The use of pure human serum as a growth medium in the bioreactor significantly increased biofilm formation compared to 10% diluted LB broth. This is probably a result of the increased nutrient levels in human serum outweighing the recently reported inhibitory effect exerted by serum proteins on biofilm growth of S. epidermidis.56

In conclusion, we compared the in vitro biofilm growth of clinical strains of S. epidermidis and P. mirabilis on commercially available orthopedic K-wires made from titanium alloy, uncoated stainless steel, and hydroxyapatite-coated steel. These common pin site bacterial species grew as biofilms significantly less well on titanium (as measured by the surface density of viable cells) than on the other two materials.
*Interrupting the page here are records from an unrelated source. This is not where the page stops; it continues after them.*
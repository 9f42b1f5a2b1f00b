"""Red-noise variability of the source in a DimmingScenario (Observation.red_noise, the [variability] table).

The scenario is tests/data/small_forecast.toml (an invented star, false-alarm probability 0.05) with and
without a damped random walk of rms 0.1 and damping time 1 h (Kelly, Bechtold & Siemiginowska 2009,
ApJ 698, 895). Expected behaviour: variability adds scatter that the dimming must stand out against, so the
detection threshold rises and P(detect) falls; the threshold is calibrated on event-free light curves with
the same variability, so the false-alarm rate stays at the requested value (binomial error
sqrt(alpha (1 - alpha) / n)).
"""
import math
import pathlib
import warnings

import astropy.units as u
import numpy as np
import pytest

from synthcorona.dimming import Observation
from synthcorona.dimming.noise import RedNoise
from synthcorona.errors import InputError
from synthcorona.io.forecast_file import read_forecast_file

DATA = pathlib.Path(__file__).parent.parent / "data"
VARIABILITY = '\n[variability]\namplitude = 0.1\ntimescale = "1 h"\n'


@pytest.fixture(scope="module")
def scenarios():
    """(scenario without, scenario with variability), both read from the same file."""
    text = (DATA / "small_forecast.toml").read_text()
    with warnings.catch_warnings():
        warnings.simplefilter("ignore", RuntimeWarning)
        plain = read_forecast_file(text=text, name="small.toml").scenario
        varied = read_forecast_file(text=text + VARIABILITY, name="small.toml").scenario
    assert plain.observation.red_noise is None
    assert varied.observation.red_noise == RedNoise(0.1, 3600 * u.s)
    return plain, varied


@pytest.mark.parametrize("statistic", ["window", "likelihood"])
def test_variability_lowers_the_detection_probability(scenarios, statistic):
    plain, varied = scenarios
    n = 2000
    p0 = plain.detection_probability(n, statistic=statistic, seed=1, mass=5e17 * u.g)
    p1 = varied.detection_probability(n, statistic=statistic, seed=1, mass=5e17 * u.g)
    a, b = float(p0["probability"].values[0]), float(p1["probability"].values[0])
    sigma = math.sqrt(a * (1 - a) / n + b * (1 - b) / n)
    assert b < a - 5 * sigma, (a, b)
    assert float(p1["threshold"].values[0]) > float(p0["threshold"].values[0])
    assert p1.attrs["red_noise"] == "damped random walk, amplitude 0.1, timescale 3600 s"
    assert p0.attrs["red_noise"] == "none"


def test_false_alarm_rate_stays_at_the_requested_value_with_variability(scenarios):
    _, varied = scenarios
    n, alpha = 4000, varied.observation.false_alarm
    # no CME mass: the light curves "with the event" are event-free light curves drawn with independent random
    # numbers, so the fraction above the calibrated threshold is the false-alarm rate
    res = varied.detection_probability(n, seed=2, mass=0 * u.g)
    rate = float(res["probability"].values[0])
    assert abs(rate - alpha) < 3 * math.sqrt(alpha * (1 - alpha) / n), rate


def test_light_curve_realisations_carry_the_variability(scenarios):
    plain, varied = scenarios
    # Counts ~ Poisson(mu (1 + delta)) with delta of rms 0.1 have variance mu + (0.1 mu)^2 (law of total variance;
    # the clip at delta = -1 is a 1e-23 effect at 10 sigma); 4000 realisations measure it to ~3 %
    n = 4000
    c0 = plain.light_curve(n_realisations=n, seed=5)["counts"].values[:, 0, :8]
    c1 = varied.light_curve(n_realisations=n, seed=5)["counts"].values[:, 0, :8]
    mu = plain.light_curve()["expected"].values[0, :8] * plain.bin_width
    excess = c1.var(axis=0).mean() - c0.var(axis=0).mean()
    assert excess / np.mean((0.1 * mu) ** 2) == pytest.approx(1.0, abs=0.3)


def test_observation_red_noise_is_checked():
    obs = Observation(8 * u.h, 300 * u.s, 2 * u.h, red_noise=(0.05, 2 * u.h))
    assert obs.red_noise == RedNoise(0.05, 7200 * u.s)
    with pytest.raises(InputError, match="red_noise.amplitude"):
        Observation(8 * u.h, 300 * u.s, 2 * u.h, red_noise=(1.5, 2 * u.h))
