"""Tests of the radiative loss function of the flare loop (synthcorona.dimming.flare_loss).

Reference values: the piecewise power law of Klimchuk, Patsourakos & Cargill (2008, ApJ 682, 1351, eq. 3)
as written in the module, and synthesis.radiative_loss of the embedded table for the table Lambda.
"""
import astropy.units as u
import numpy as np
import pytest

from synthcorona.dimming.flare_loss import (
    LAMBDA_UNIT,
    analytic_radiative_loss,
    loss_density,
    resolve_loss,
    table_loss,
)
from synthcorona.errors import InputError
from synthcorona.synthesis import radiative_loss


def test_analytic_loss_values():
    # KPC08 eq. 3 at 1 MK (flat segment 10^5.67-10^6.18): Lambda = 1.90e-22
    assert analytic_radiative_loss(1e6 * u.K).value == pytest.approx(1.90e-22, rel=1e-12)
    # T > 10^7.63 K: 1.96e-27 T^(1/2)
    assert analytic_radiative_loss(1e8 * u.K).value == pytest.approx(1.96e-27 * 1e4, rel=1e-12)
    with pytest.raises(InputError, match="temperature"):
        analytic_radiative_loss(1e3 * u.K)


def test_table_loss_interpolates_the_table(table):
    loss = table_loss(1e9, "coronal", table)
    t = np.array([1e6, 3e6, 1e7])
    ref = radiative_loss(t * u.K, table=table, density=1e9 * u.cm ** -3).to_value(LAMBDA_UNIT)
    np.testing.assert_allclose(loss(t), ref, rtol=1e-9)
    assert loss.t_min == pytest.approx(10 ** table.logT[0]) and loss.t_max == pytest.approx(10 ** table.logT[-1])
    assert "CHIANTI table" in loss.label and "1e+09" in loss.label
    assert table_loss(1e9, "coronal").label.startswith("embedded CHIANTI table")


def test_loss_density_clips_to_the_table(table):
    lo, hi = 10 ** table.log_density[0], 10 ** table.log_density[-1]
    assert loss_density(1e3, table) == pytest.approx(lo) and loss_density(1e20, table) == pytest.approx(hi)
    assert loss_density(1e10) == 1e10


def test_resolve_loss_choices(table):
    def flat(temperature):
        return np.full(np.shape(temperature), 1e-22) * LAMBDA_UNIT

    user = resolve_loss(flat, 1e9, "coronal")
    assert user(2e6) == pytest.approx(1e-22, rel=1e-12) and "flat" in user.label
    assert "Klimchuk" in resolve_loss("analytic", 1e9, "coronal").label
    np.testing.assert_allclose(resolve_loss("table", 1e9, "coronal", table)(2e6),
                               resolve_loss(None, 1e9, "coronal")(2e6), rtol=1e-12)
    with pytest.raises(InputError, match="radiative_loss="):
        resolve_loss("steep", 1e9, "coronal")
    with pytest.raises(InputError, match="finite values > 0"):
        resolve_loss(lambda temperature: -flat(temperature), 1e9, "coronal")
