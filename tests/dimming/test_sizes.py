"""Realisations a false-alarm threshold needs (synthcorona.dimming.sizes): at least 10 expected false alarms."""
import pytest

from synthcorona.dimming.sizes import MIN_EXCEEDANCES, minimum_realisations, realisations_for_precision
from synthcorona.dimming.thresholds import calibrate_threshold
from synthcorona.errors import InputError


@pytest.mark.parametrize("false_alarm, n", [(0.01, 1000), (0.05, 200), (0.1, 100), (0.003, 3334), (0.07, 143),
                                            (0.3, 34), (1e-4, 100_000)])
def test_minimum_realisations(false_alarm, n):
    # hand values: the smallest n with false_alarm * n >= 10 (e.g. 10 / 0.003 = 3333.3 -> 3334)
    assert MIN_EXCEEDANCES == 10
    assert minimum_realisations(false_alarm) == n
    assert n * false_alarm >= MIN_EXCEEDANCES > (n - 1) * false_alarm


@pytest.mark.parametrize("false_alarm", [0.01, 0.05, 0.003, 0.07, 0.3])
def test_agrees_with_the_threshold_calibration(false_alarm):
    import numpy as np

    def statistic(chunk):
        return chunk.sum(axis=1).astype(float)

    def null_sampler(n, seed, chunk_size):
        return [np.random.default_rng(seed).poisson(5.0, size=(n, 3))]

    n = minimum_realisations(false_alarm)
    calibrate_threshold(statistic, null_sampler, false_alarm, n, seed=1)          # accepted
    with pytest.raises(InputError, match="needs >= 10"):
        calibrate_threshold(statistic, null_sampler, false_alarm, n - 1, seed=1)


@pytest.mark.parametrize("false_alarm", [0.0, 1.0, -0.1, float("nan")])
def test_false_alarm_outside_zero_one_is_refused(false_alarm):
    with pytest.raises(InputError, match="false_alarm"):
        minimum_realisations(false_alarm)


@pytest.mark.parametrize("precision, false_alarm, exact, n", [(0.02, 0.01, False, 6171), (0.02, 0.01, True, 1000),
                                                            (0.02, 0.05, False, 2402), (0.05, 0.05, True, 200),
                                                            (0.01, 0.01, False, 24682)])
def test_realisations_for_precision(precision, false_alarm, exact, n):
    """Hand values of n = ceil((1/4 + alpha (1 - alpha) exp(z_alpha^2)) / precision^2), z_alpha = Phi^-1(1 - alpha)
    (2.3263 for 0.01: 0.0099 x 224.05 = 2.2181; 1.6449 for 0.05: 0.0475 x 14.97 = 0.7111), calibration term
    dropped for an exact threshold, at least 10 / alpha: e.g. (0.25 + 2.2181) / 0.0004 = 6170.3 -> 6171."""
    assert realisations_for_precision(precision, false_alarm, exact) == n


@pytest.mark.parametrize("precision", [0.0, 0.3, float("nan")])
def test_precision_outside_range_is_refused(precision):
    with pytest.raises(InputError, match="precision"):
        realisations_for_precision(precision, 0.01)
Our results are consistent with the majority of clinical studies which have found that pin site infection rates, relative to those obtained using uncoated stainless steel, are reduced by the use of titanium and more or less unchanged by the use of hydroxyapatite-coated pins.1921,45,49

Although our results are consistent with the majority of clinical studies, they are subject to the limitations of an in vitro study design.57 Factors besides bacterial biofilm growth on pins were not investigated, and several such factors are doubtless involved in the development of bacterial infections at clinical pin sites (e.g., nutrient availability, immune response, and local microbiota). Mechanical factors such as wire tension and frame construction, as well as different clinical situations (e.g., nonunion or gradual deformity correction) can also be influential. In vivo studies are needed to measure the relative importance of these factors.

COMPLIANCE WITH ETHICAL STANDARDS

Ethical Approval

All procedures performed in studies involving human participants were in accordance with the ethical standards of the institutional and/or national research committee and with the 1964 Helsinki Declaration and its later amendments or comparable ethical standards.

Informed Consent

Informed consent was obtained from all individual participants included in the study.